Mulheres na saúde global: “ainda há muitas injustiças e muito a se fazer”, aponta pesquisadora

Home Mulheres na saúde global: “ainda há muitas injustiças e muito a se fazer”, aponta pesquisadora
Voltar

Publicação : 10 DE SETEMBRO DE 2021

Autor(es) : Isabela Schincariol Domingues

Mulheres na saúde global: “ainda há muitas injustiças e muito a se fazer”, aponta pesquisadora Devemos desencadear agendas de transformação do atual cenário, o que requer políticas públicas, iniciativas institucionais e compromissos coletivos. Avançamos, mas ainda há muitas injustiças e muito a se fazer, e isso é o que deve nos mover.

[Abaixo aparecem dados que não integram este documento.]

describe('checkPlanAgainstSystem', () => {
  it('accepts the sample plan in the demo system', () => {
    expect(checkPlanAgainstSystem(samplePlan(), ilmar).filter((i) => i.severity === 'error')).toEqual([]);
  });

  it('names every unknown body, with file paths', () => {
    const p = samplePlan();
    p.start = { ...p.start, body: 'tesel' };
    (p.events[0] as { solve: { to: string } }).solve.to = 'ilmar';
    p.target = { ...p.target!, body: 'ocher' };
    const got = checkPlanAgainstSystem(p, ilmar).map((i) => `${i.severity} ${i.path}: ${i.rule}`);
    expect(got).toEqual([
      expect.stringMatching(/^error start\.body: names no body of system "Ilmar" \(got "tesel"/),
      'error events[0].solve.to: must name a body, not the star',
      expect.stringMatching(/^error target\.body: names no body of system "Ilmar" \(got "ocher"/),
    ]);
  });

  it('checks the body of an apsis coast and the aim altitude of a transfer', () => {
    const p = samplePlan();
    (p.events[5] as { until: { body?: string } }).until.body = 'ochra';
    (p.events[0] as { solve: { periapsisAltitude?: number } }).solve.periapsisAltitude = -1e9;
    const got = checkPlanAgainstSystem(p, ilmar).map((i) => `${i.severity} ${i.path}: ${i.rule}`);
    expect(got).toEqual([
      expect.stringMatching(/^error events\[0\]\.solve\.periapsis_altitude_m: must be > -\d+ m \(the mean radius of Ochre\)$/),
      expect.stringMatching(/^error events\[5\]\.until\.body: names no body of system "Ilmar" \(got "ochra"/),
    ]);
  });

  it('an orbit below the surface is an error, below the safe altitude a warning', () => {
    const p = samplePlan();
    p.start = { ...p.start, kind: 'parking', periapsisAltitude: 50000 } as Plan['start'];
    p.target = { ...p.target!, periapsisAltitude: -1e7 };
    const got = checkPlanAgainstSystem(p, ilmar).map((i) => `${i.severity} ${i.path}: ${i.rule}`);
    expect(got).toContain('warning start.periapsis_altitude_m: is below the minimum safe altitude of Tessel (90000 m)');
    expect(got).toContainEqual(expect.stringMatching(/^error target\.periapsis_altitude_m: must be > -\d+ m \(the mean radius of Ochre\)$/));
  });
  it('refuses times more than 1,000 calendar years from the epoch, naming the year (year −5000 was accepted)', () => {
    const cal = ilmar.calendar;
    const p = samplePlan();
    // year −5000 of the calendar: (−5000 − yearAtEpoch) whole years before the epoch
    p.start = { ...p.start, epoch: (-5000 - cal.yearAtEpoch) * cal.yearLength };
    const burn = p.events[0] as { t: number | null };
    burn.t = (MAX_PLAN_YEARS_FROM_EPOCH + 1) * cal.yearLength;
    const got = checkPlanAgainstSystem(p, ilmar).filter((i) => i.severity === 'error');
    expect(got.map((i) => i.path)).toEqual(['start.epoch_s', 'events[0].t_s']);
    expect(got[0].rule).toMatch(/^falls in year -5000\b.*more than 1,000 years from the epoch of Ilmar/);
    expect(got[1].rule).toMatch(new RegExp(`^falls in year ${cal.yearAtEpoch + MAX_PLAN_YEARS_FROM_EPOCH + 1}\\b`));
    // the edge: exactly the limit is accepted
    burn.t = MAX_PLAN_YEARS_FROM_EPOCH * cal.yearLength;
    p.start = { ...p.start, epoch: -MAX_PLAN_YEARS_FROM_EPOCH * cal.yearLength };
    expect(checkPlanAgainstSystem(p, ilmar).filter((i) => i.severity === 'error')).toEqual([]);
  });
});

describe('plan file: every problem at once', () => {
  // A negative dry mass and a zero tolerance (schema) and an unknown transfer target (system):
  // the system check runs on the parts the schema accepted, so all three are reported.
  const threeProblems = (d: Doc): void => {
    d.vehicle.stages[0].dry_kg = -5;
    d.events[0].solve.to = 'nowhere';
    d.target.tolerance.e = 0;
  };
  const want = ['vehicle.stages[0].dry_kg: must be >= 0', 'events[0].solve.to: names no body of system "Ilmar"', 'target.tolerance.e: must be > 0'];
  const expectAll = (got: string[]): void => {
    for (const w of want)
      expect(
        got.some((g) => g.startsWith(w)),
        `${w}\nin\n${got.join('\n')}`,
      ).toBe(true);
    expect(got.length).toBe(want.length);
  };

  it('a file with an embedded system reports the schema and system problems together', () => {
    const d = JSON.parse(serializePlanFile(samplePlan(), { kind: 'embedded', system: ilmar })) as Doc;
    threeProblems(d);
    expectAll(errorsOnly(issuesOf(JSON.stringify(d))));
  });

  it('a file naming its system by path reports them together when the caller passes the system', () => {
    const d = JSON.parse(sampleText()) as Doc;
    threeProblems(d);
    let issues: ValidationIssue[] = [];
    try {
      parsePlanFile(JSON.stringify(d), { system: ilmar });
    } catch (e) {
      issues = (e as ValidationError).issues;
    }
    expectAll(errorsOnly(issues));
    // Without the system only the two schema problems can be found.
    expect(errorsOnly(issuesOf(JSON.stringify(d))).length).toBe(2);
  });

  it('semantic problems are reported beside schema problems', () => {
    const got = errorsOnly(
      issuesOf(
        edited((d) => {
          d.reserve.percent = 500;
          d.events[5].id = 'cruise-1';
        }),
      ),
    );
    expect(got).toEqual(['reserve.percent: must be <= 100', 'events[5].id: must be unique ("cruise-1" is also the id of events[1])']);
  });
});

Na próxima quarta-feira, 15 de setembro, a partir das 10h, a vice-presidente de Educação, Informação e Comunicação da Fiocruz, Cristiani Vieira Machado, vai mediar o webinário “Mulheres na saúde global”, promovido pelo Centro de Relações Internacionais em Saúde da Fiocruz (Cris) no âmbito da série “Seminário Avançados Cris em Saúde Global e Diplomacia da Saúde 2021”. Para tanto, a vice-presidente conversou com o Campus Virtual Fiocruz e detalhou diferentes recortes e dimensões da temática, considerando a pandemia de Covid-19, e detalhando a atuação da Fundação e as necessidades de transformação do atual cenário. Confira:

Campus Virtual Fiocruz: Como você enxerga o papel das mulheres na saúde global e as ainda persistentes desigualdades estruturais de gênero? 

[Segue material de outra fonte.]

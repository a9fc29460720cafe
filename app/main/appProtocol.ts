/**
 * The handler of the app scheme (`waymark://app/...`): serves files of the built renderer with
 * the app's Content-Security-Policy on every response. Only files inside the renderer folder;
 * anything else is a 404. Reads through an injected `readFile` so tests need no Electron.
 * Content types come from the table browser mode's server uses too (app/renderer/build/mime.ts).
 */
import { join, sep } from 'node:path';
import { mimeType } from '../renderer/build/mime.ts';
import { resolveAppPath } from './security.ts';

export function createAppProtocolHandler(
  rendererDir: string,
  readFile: (path: string) => Promise<Uint8Array>,
  contentSecurityPolicy: string,
): (request: { url: string }) => Promise<Response> {
  return async (request) => {
    const file = resolveAppPath(rendererDir, request.url, join, sep);
    const headers = { 'Content-Security-Policy': contentSecurityPolicy, 'X-Content-Type-Options': 'nosniff' };
    if (!file) return new Response('not found', { status: 404, headers });
    try {
      const body = await readFile(file);
      return new Response(body as BodyInit, { status: 200, headers: { ...headers, 'Content-Type': mimeType(file) } });
    } catch {
      return new Response('not found', { status: 404, headers });
    }
  };
}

Cristiani Machado: Em primeiro lugar, é importante destacar que as desigualdades de gênero são um problema global, sendo observadas entre e dentro dos países. Em muitas sociedades, como, por exemplo, as latino-americanas, essas desigualdades estão entrelaçadas com outras – de classe, renda, raça, territoriais – em uma dinâmica complexa, que limita as possibilidades das meninas e mulheres exercerem plenamente seus direitos em vários âmbitos da vida cotidiana.

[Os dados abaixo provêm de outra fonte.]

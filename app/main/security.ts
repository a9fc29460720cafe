/**
 * The security settings the main process applies, as functions of electron.config.ts so they
 * can be tested without Electron: web preferences of every window, what every web contents may
 * do (no navigation, no new windows, no webviews), what the session allows (no permissions, no
 * downloads, local requests only, the CSP on every response), and which page may call the IPC
 * handlers. The Electron security checklist (electronjs.org, "Security") is the reference.
 */
import type { Session, WebContents, WebPreferences } from 'electron';
import type { WaymarkElectronConfig } from '../../electron.config.ts';

/**
 * Whether windows get DevTools: only when asked for, in a run from a checkout (`npm start --
 * --devtools`, or WAYMARK_DEVTOOLS=1); a user's normal run and the packaged app have none, so a
 * page cannot be opened up from its keyboard shortcut.
 */
export function devToolsWanted(packaged: boolean, argv: readonly string[], env: Readonly<Record<string, string | undefined>>): boolean {
  return !packaged && (argv.includes('--devtools') || env.WAYMARK_DEVTOOLS === '1');
}

/** Web preferences of every window; `devTools` as devToolsWanted decides (off by default). */
export function webPreferences(config: WaymarkElectronConfig, preloadPath: string, options: { devTools: boolean } = { devTools: false }): WebPreferences {
  const s = config.security;
  return {
    preload: preloadPath,
    contextIsolation: s.contextIsolation,
    nodeIntegration: s.nodeIntegration,
    nodeIntegrationInWorker: false,
    nodeIntegrationInSubFrames: false,
    sandbox: s.sandbox,
    webSecurity: s.webSecurity,
    allowRunningInsecureContent: false,
    webviewTag: false,
    navigateOnDragDrop: false,
    spellcheck: false,
    experimentalFeatures: false,
    devTools: options.devTools,
  };
}

/** Navigation events every web contents refuses: the app is one page and stays on it. */
export const DENIED_NAVIGATION = ['will-navigate', 'will-frame-navigate', 'will-redirect', 'will-attach-webview'] as const;

/** Locks a web contents (window, frame or webview) in place: no navigation, redirects, webviews or new windows. */
export function lockDownContents(contents: Pick<WebContents, 'on' | 'setWindowOpenHandler'>): void {
  for (const ev of DENIED_NAVIGATION) {
    (contents.on as (e: string, fn: (event: { preventDefault(): void }) => void) => unknown)(ev, (event) => event.preventDefault());
  }
  contents.setWindowOpenHandler(() => ({ action: 'deny' }));
}

/**
 * Locks the session: every permission request and check is refused (camera, geolocation,
 * notifications, clipboard, HID/serial/USB devices ...), downloads are cancelled, every
 * request but the app's own (isAllowedRequest) is cancelled, and every response carries the
 * app's Content-Security-Policy (withCsp).
 */
export function lockDownSession(
  ses: Pick<Session, 'setPermissionRequestHandler' | 'setPermissionCheckHandler' | 'setDevicePermissionHandler' | 'on' | 'webRequest'>,
  contentSecurityPolicy: string,
): void {
  ses.setPermissionRequestHandler((_wc, _permission, callback) => callback(false));
  ses.setPermissionCheckHandler(() => false);
  ses.setDevicePermissionHandler(() => false);
  (ses.on as (e: string, fn: (event: { preventDefault(): void }) => void) => unknown)('will-download', (event) => event.preventDefault());
  ses.webRequest.onBeforeRequest((details, callback) => callback({ cancel: !isAllowedRequest(details.url) }));
  ses.webRequest.onHeadersReceived((details, callback) => callback({ responseHeaders: withCsp(details.responseHeaders, contentSecurityPolicy) }));
}

/** The privileged scheme the renderer is served from (`waymark://app/index.html`). */
export const APP_SCHEME = 'waymark';
export const APP_HOST = 'app';
export const APP_INDEX_URL = `${APP_SCHEME}://${APP_HOST}/index.html`;

/** Schemes the app's own page uses; every other request (http, https, ws, ftp, file ...) is cancelled. */
const LOCAL_SCHEMES = new Set([`${APP_SCHEME}:`, 'data:', 'blob:', 'devtools:']);

export function isAllowedRequest(url: string): boolean {
  try {
    return LOCAL_SCHEMES.has(new URL(url).protocol);
  } catch {
    return false;
  }
}

/** A predicate: is `url` the app's page (the renderer index, any hash or query)? */
export function trustedSender(indexUrl: string): (url: string) => boolean {
  const base = new URL(indexUrl);
  return (url) => {
    try {
      const u = new URL(url);
      return u.protocol === base.protocol && u.host === base.host && u.pathname === base.pathname;
    } catch {
      return false;
    }
  };
}

/**
 * The file under `root` an app-scheme URL names, or null when the URL is not the app's or
 * would leave `root` (`waymark://app/assets/x.js` → `<root>/assets/x.js`).
 */
export function resolveAppPath(root: string, url: string, join: (...p: string[]) => string, sep: string): string | null {
  let u: URL;
  try {
    u = new URL(url);
  } catch {
    return null;
  }
  if (u.protocol !== `${APP_SCHEME}:` || u.host !== APP_HOST) return null;
  let path: string;
  try {
    path = decodeURIComponent(u.pathname);
  } catch {
    return null;
  }
  if (path.includes('\0')) return null;
  const base = root.endsWith(sep) ? root : root + sep;
  const file = join(base, path === '/' ? 'index.html' : path);
  return file.startsWith(base) ? file : null;
}

/** Response headers with the app's Content-Security-Policy set (replacing any page-sent one). */
export function withCsp(headers: Record<string, string[] | string> | undefined, policy: string): Record<string, string[]> {
  const out: Record<string, string[]> = {};
  for (const [k, v] of Object.entries(headers ?? {})) {
    if (k.toLowerCase() !== 'content-security-policy') out[k] = Array.isArray(v) ? v : [v];
  }
  out['Content-Security-Policy'] = [policy];
  return out;
}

Tais desigualdades se expressam inclusive na ocupação de espaços de poder. Observa-se importante sub-representação das mulheres na política, no Parlamento, no Judiciário, em altos cargos na gestão pública e na gestão em empresas privadas, nas posições e premiações de maior prestígio na ciência, artes, esportes... 

Embora as mulheres tenham expandido sua participação no mercado de trabalho na última década, persistem injustiças, como disparidades salariais e assimetrias na divisão de responsabilidades entre os homens e mulheres no trabalho doméstico, cuidado com crianças e idosos, ocasionando sobrecarga importante para as mulheres e constrangimentos a sua trajetória profissional. Acrescente-se ainda o machismo estrutural, e as situações de assédio e de violência contra as mulheres. 

Por outro lado, quando há oportunidades adequadas, as mulheres são bem-sucedidas nos mais variados campos e áreas de atuação, havendo numerosos exemplos de lideranças brilhantes. Essas não devem ser tratadas como exceção, mas são, sim, importantes para evidenciar que as mulheres podem e devem ocupar os diferentes espaços, pois têm esse direito, além de um imenso potencial de contribuir para a sociedade em várias esferas. 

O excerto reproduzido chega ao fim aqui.